● Requirement: Among the entries below, one stretch runs from the line that contains "filename geometry/section.py" through the line that contains "body share points, so". Repeat that stretch exactly, ends included, and only that.

►

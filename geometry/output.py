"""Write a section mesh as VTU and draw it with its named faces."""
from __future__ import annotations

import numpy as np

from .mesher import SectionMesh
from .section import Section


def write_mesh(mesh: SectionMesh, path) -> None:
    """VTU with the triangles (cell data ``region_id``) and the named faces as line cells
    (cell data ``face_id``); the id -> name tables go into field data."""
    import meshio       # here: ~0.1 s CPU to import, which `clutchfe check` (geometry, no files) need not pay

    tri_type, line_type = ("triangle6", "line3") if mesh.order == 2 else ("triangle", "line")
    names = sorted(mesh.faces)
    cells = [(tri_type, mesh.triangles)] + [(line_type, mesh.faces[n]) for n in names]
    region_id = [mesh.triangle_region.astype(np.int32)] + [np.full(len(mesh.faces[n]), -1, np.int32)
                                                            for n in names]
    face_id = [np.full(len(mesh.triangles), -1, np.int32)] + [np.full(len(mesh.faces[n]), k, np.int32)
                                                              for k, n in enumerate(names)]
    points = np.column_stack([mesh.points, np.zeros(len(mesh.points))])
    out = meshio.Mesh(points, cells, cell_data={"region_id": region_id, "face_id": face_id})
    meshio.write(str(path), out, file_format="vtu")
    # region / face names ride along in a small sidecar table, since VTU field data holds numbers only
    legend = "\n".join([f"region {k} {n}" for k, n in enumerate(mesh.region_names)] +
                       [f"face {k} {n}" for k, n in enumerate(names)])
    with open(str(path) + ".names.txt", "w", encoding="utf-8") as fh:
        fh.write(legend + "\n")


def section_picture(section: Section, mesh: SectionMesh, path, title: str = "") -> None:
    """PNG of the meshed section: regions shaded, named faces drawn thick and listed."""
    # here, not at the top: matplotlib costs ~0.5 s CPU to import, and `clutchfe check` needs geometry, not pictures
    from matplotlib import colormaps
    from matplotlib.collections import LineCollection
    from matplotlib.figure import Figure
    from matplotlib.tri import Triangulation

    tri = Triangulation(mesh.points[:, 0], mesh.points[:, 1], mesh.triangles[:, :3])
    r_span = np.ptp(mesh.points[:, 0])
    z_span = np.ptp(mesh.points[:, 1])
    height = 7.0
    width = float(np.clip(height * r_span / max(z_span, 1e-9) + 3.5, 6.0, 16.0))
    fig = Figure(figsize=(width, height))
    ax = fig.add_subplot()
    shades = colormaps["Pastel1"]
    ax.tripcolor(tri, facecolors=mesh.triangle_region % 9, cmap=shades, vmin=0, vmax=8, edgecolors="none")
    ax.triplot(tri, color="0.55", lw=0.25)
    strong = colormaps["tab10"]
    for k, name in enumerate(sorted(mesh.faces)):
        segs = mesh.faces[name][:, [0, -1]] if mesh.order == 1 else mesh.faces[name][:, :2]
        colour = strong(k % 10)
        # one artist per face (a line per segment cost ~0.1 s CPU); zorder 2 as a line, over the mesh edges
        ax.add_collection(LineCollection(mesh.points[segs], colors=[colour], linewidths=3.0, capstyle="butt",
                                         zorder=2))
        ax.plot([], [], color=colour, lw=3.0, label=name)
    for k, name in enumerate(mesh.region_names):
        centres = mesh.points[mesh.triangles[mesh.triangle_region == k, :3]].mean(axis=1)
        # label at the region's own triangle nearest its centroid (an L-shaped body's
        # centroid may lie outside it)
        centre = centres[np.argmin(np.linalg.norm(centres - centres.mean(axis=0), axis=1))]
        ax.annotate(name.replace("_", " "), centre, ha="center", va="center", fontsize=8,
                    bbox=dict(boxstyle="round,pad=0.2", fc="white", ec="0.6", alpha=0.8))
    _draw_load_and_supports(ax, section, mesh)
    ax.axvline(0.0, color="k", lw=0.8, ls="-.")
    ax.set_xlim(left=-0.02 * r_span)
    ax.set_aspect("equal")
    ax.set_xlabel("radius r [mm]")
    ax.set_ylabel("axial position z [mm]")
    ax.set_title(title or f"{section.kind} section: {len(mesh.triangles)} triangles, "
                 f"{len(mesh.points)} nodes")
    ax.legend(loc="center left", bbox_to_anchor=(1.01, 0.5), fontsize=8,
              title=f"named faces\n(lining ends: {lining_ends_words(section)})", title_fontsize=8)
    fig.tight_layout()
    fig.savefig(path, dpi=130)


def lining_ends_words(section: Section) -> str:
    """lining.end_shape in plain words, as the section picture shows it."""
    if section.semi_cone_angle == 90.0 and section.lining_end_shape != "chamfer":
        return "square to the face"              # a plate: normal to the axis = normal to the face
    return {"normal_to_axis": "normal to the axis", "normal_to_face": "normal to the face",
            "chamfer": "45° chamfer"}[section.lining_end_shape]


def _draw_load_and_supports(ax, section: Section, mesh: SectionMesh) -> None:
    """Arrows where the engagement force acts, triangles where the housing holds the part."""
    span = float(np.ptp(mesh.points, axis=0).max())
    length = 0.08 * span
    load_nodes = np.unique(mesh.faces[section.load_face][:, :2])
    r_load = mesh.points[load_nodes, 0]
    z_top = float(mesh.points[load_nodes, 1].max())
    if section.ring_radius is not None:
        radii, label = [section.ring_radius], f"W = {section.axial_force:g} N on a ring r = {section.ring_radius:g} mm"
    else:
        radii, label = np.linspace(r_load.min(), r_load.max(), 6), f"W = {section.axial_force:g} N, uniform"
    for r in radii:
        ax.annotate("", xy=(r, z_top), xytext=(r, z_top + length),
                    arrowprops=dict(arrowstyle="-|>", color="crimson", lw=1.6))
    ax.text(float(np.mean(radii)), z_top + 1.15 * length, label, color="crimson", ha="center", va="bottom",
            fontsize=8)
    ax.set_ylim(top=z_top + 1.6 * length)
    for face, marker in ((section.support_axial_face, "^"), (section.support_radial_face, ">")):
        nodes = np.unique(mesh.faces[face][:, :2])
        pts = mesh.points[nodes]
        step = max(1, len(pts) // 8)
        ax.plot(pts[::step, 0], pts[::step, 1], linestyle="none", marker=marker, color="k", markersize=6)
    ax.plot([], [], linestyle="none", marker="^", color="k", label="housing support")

◄
►

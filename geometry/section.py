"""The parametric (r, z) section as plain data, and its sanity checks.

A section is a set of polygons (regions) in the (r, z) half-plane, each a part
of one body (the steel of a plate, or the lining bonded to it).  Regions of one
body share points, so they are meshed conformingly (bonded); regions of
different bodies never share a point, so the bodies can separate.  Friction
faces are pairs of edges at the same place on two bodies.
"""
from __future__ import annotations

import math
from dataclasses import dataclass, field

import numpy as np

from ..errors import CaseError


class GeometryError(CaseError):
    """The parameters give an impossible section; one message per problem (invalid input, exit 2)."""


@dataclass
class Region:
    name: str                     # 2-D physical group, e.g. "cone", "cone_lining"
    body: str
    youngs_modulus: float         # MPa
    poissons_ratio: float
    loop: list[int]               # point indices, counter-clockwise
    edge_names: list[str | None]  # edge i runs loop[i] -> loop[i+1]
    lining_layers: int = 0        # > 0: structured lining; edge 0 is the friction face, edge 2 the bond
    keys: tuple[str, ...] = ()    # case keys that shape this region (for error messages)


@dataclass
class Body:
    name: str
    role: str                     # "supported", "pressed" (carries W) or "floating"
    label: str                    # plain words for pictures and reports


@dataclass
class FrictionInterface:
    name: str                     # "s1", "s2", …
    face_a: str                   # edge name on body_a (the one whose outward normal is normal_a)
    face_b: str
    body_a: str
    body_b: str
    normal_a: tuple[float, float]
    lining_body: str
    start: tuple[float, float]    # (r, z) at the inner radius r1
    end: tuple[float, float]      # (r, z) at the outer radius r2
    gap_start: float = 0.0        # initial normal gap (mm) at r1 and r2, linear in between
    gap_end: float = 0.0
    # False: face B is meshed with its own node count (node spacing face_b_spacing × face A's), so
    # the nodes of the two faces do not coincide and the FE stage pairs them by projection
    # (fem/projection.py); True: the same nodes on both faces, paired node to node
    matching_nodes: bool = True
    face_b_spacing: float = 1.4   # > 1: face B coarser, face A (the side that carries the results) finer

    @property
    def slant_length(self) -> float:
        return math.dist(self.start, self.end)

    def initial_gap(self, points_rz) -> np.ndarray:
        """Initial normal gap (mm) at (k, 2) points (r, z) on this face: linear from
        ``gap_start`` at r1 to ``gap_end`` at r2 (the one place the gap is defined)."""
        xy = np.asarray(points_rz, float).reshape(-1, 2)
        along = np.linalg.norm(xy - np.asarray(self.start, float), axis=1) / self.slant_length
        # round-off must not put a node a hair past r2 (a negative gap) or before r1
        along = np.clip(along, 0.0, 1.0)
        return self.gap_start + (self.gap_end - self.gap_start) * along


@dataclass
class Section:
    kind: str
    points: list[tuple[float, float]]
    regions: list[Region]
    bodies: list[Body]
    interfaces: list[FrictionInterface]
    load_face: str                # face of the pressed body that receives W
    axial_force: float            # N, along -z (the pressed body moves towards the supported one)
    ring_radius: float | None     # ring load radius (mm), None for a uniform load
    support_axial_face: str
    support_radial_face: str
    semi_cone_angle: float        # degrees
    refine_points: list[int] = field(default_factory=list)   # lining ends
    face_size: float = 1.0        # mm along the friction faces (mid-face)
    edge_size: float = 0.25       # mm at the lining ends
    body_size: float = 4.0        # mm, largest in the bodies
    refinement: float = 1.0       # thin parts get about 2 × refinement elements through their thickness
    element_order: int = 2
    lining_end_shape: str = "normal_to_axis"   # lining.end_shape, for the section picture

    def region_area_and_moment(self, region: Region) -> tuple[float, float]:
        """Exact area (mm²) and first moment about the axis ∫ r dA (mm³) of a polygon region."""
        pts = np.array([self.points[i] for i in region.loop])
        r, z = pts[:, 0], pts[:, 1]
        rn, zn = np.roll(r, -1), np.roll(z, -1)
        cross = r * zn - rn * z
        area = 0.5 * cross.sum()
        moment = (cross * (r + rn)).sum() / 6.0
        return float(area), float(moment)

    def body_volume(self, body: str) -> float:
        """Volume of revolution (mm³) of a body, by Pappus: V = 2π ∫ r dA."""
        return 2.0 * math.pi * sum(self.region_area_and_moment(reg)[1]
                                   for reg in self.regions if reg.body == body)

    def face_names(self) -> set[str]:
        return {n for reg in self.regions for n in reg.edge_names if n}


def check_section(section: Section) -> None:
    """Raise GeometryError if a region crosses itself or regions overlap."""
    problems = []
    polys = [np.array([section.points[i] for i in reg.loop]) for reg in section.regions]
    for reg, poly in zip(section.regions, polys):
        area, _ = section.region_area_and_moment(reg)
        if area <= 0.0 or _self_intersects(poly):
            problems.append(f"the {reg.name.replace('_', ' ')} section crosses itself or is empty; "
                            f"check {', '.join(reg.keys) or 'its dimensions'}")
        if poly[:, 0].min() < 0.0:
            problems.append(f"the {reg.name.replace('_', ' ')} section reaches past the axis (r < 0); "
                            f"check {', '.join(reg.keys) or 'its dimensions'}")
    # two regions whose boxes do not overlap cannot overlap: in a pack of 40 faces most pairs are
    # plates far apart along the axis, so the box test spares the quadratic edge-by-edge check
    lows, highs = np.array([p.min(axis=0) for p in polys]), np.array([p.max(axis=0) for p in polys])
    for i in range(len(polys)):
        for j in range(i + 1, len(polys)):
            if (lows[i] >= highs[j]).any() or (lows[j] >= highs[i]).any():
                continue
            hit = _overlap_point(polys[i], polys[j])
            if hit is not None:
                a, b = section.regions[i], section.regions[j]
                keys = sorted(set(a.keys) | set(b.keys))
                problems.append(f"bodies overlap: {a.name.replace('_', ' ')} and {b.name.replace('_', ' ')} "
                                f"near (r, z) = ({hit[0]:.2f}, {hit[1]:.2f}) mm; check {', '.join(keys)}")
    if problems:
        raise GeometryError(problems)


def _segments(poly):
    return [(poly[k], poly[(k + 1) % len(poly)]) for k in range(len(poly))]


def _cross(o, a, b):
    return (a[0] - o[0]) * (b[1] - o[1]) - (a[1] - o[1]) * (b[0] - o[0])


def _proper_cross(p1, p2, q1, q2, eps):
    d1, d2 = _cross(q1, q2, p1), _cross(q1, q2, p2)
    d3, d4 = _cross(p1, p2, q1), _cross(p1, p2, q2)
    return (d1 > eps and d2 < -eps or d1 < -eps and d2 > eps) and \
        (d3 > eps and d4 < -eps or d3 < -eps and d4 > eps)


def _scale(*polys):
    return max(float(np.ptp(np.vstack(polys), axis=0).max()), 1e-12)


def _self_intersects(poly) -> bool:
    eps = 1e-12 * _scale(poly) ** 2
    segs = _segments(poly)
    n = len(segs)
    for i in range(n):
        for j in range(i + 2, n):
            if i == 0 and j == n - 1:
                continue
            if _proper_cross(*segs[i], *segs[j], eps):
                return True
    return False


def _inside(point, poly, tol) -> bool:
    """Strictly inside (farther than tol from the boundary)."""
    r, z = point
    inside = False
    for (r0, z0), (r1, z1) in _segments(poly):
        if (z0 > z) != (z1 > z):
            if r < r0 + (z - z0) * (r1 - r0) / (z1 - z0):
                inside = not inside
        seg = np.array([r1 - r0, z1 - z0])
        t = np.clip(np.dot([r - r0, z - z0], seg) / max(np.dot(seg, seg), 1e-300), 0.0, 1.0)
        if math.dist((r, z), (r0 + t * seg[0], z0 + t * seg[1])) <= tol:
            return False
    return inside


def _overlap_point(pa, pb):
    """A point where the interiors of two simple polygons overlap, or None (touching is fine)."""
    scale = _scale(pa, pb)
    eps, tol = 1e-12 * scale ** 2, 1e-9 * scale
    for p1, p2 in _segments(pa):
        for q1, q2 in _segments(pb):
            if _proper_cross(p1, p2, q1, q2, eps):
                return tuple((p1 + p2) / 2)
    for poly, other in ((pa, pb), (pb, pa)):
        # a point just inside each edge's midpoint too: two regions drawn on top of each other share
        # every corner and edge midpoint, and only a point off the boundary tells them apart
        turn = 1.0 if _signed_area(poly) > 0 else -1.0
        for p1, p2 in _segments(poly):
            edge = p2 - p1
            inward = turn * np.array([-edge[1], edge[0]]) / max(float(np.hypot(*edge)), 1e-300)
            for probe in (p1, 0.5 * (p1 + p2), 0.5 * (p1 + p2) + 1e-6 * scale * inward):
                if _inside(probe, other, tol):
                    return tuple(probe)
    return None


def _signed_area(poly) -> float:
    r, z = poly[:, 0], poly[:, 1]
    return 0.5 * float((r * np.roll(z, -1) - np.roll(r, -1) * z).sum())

◄

● Reply to the task:
filename geometry/section.py
"""The parametric (r, z) section as plain data, and its sanity checks.

A section is a set of polygons (regions) in the (r, z) half-plane, each a part
of one body (the steel of a plate, or the lining bonded to it).  Regions of one
body share points, so they are meshed conformingly (bonded); regions of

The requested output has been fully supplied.